[[ Data in this exercise, beginning ]]
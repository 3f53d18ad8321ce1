// bathwright trends TANK: what the analyses of a tank say together.
#include <CLI/CLI.hpp>
#include <bathwright/charts/page_file.hpp>
#include <bathwright/shopfiles/tank_file.hpp>

#include "printed.hpp"
#include "shared_options.hpp"
#include "work/shop.hpp"
#include "work/trends.hpp"

namespace bathwright::command {
namespace {

struct Options {
  std::string tank, quantity, chart;
  PrintedFiles printed;
};

int run(const Context& context, const Options& options) {
  const auto tank = shopfiles::read_tank(options.tank, matter::StockCatalogue::built_in());
  if (!tank) return fail(context, tank.problems());
  const auto trends = trends_of(context, *tank, options.quantity);
  if (!trends) return fail(context, trends.problems());
  // What a level is told as in moles or equivalents, the bath type knows.
  const sheets::Units units(context.units);
  std::optional<Shop> shop;
  if (!units.note().empty()) {
    auto opened = open_shop(context, options.tank);
    if (!opened) return fail(context, opened.problems());
    shop = *std::move(opened);
  }
  const bath::BathType* type = shop ? &shop->type() : nullptr;
  const sheets::Page page = sheets::trends_page(*trends, type, units);
  if (context.json)
    print(trends_document(*trends));
  else
    print(sheets::text_of(page));
  if (Outcome written = write_printed(options.printed, page); !written)
    return fail(context, written.problems());
  if (!options.chart.empty())
    if (Outcome written = charts::write_page(options.chart, sheets::trends_charts(*trends, type, units));
        !written)
      return fail(context, written.problems());
  return sheets::tells_something(*trends) ? Exit::finding : Exit::all_well;
}

}  // namespace

void add_trends(CLI::App& program, Context& context, Action& action) {
  auto* verb = program.add_subcommand("trends", "what the analyses of a tank say together: control charts")
                   ->fallthrough();
  auto options = std::make_shared<Options>();
  verb->add_option("TANK", options->tank, "the tank, TOML")->required()->check(CLI::ExistingFile);
  verb->add_option("--quantity", options->quantity,
                   "this one alone, as NiSO4.6H2O; else all the tank aims at");
  verb->add_option("--chart", options->chart, "also draw it: FILE.svg, FILE.png or FILE.pdf");
  add_printed_files(*verb, options->printed);
  add_units(*verb, context);
  verb->footer(
      "Example: bathwright trends baths/n-07.toml --log shift-log.sqlite --chart trends.png\n"
      "Exit status 1 where a rule is tripped.\n");
  verb->callback(
      [&context, &action, options] { action = [&context, options] { return run(context, *options); }; });
}

}  // namespace bathwright::command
[[ Data in this exercise, end ]]
• **Your task**
Your output should match the records above word for word.

• **Answer to the problem**
repository 3f53d18ad8321ce1
// bathwright trends TANK: what the analyses of a tank say together.
#include <CLI/CLI.hpp>
#include <bathwright/charts/page_file.hpp>
#include <bathwright/shopfiles/tank_file.hpp>

#include "printed.hpp"
#include "shared_options.hpp"
#include "work/shop.hpp"
#include "work/trends.hpp"

namespace bathwright::command {
namespace {

struct Options {
  std::string tank, quantity, chart;
  PrintedFiles printed;
};

int run(const Context& context, const Options& options) {
  const auto tank = shopfiles::read_tank(options.tank, matter::StockCatalogue::built_in());
  if (!tank) return fail(context, tank.problems());
  const auto trends = trends_of(context, *tank, options.quantity);
  if (!trends) return fail(context, trends.problems());
  // What a level is told as in moles or equivalents, the bath type knows.
  const sheets::Units units(context.units);
  std::optional<Shop> shop;
  if (!units.note().empty()) {
    auto opened = open_shop(context, options.tank);
    if (!opened) return fail(context, opened.problems());
    shop = *std::move(opened);
  }
  const bath::BathType* type = shop ? &shop->type() : nullptr;
  const sheets::Page page = sheets::trends_page(*trends, type, units);
  if (context.json)
    print(trends_document(*trends));
  else
    print(sheets::text_of(page));
  if (Outcome written = write_printed(options.printed, page); !written)
    return fail(context, written.problems());
  if (!options.chart.empty())
    if (Outcome written = charts::write_page(options.chart, sheets::trends_charts(*trends, type, units));
        !written)
      return fail(context, written.problems());
  return sheets::tells_something(*trends) ? Exit::finding : Exit::all_well;
}

}  // namespace

void add_trends(CLI::App& program, Context& context, Action& action) {
  auto* verb = program.add_subcommand("trends", "what the analyses of a tank say together: control charts")
                   ->fallthrough();
  auto options = std::make_shared<Options>();
  verb->add_option("TANK", options->tank, "the tank, TOML")->required()->check(CLI::ExistingFile);
  verb->add_option("--quantity", options->quantity,
                   "this one alone, as NiSO4.6H2O; else all the tank aims at");
  verb->add_option("--chart", options->chart, "also draw it: FILE.svg, FILE.png or FILE.pdf");
  add_printed_files(*verb, options->printed);
  add_units(*verb, context);
  verb->footer(
      "Example: bathwright trends baths/n-07.toml --log shift-log.sqlite --chart trends.png\n"
      "Exit status 1 where a rule is tripped.\n");
  verb->callback(
      [&context, &action, options] { action = [&context, options] { return run(context, *options); }; });
}

}  // namespace bathwright::command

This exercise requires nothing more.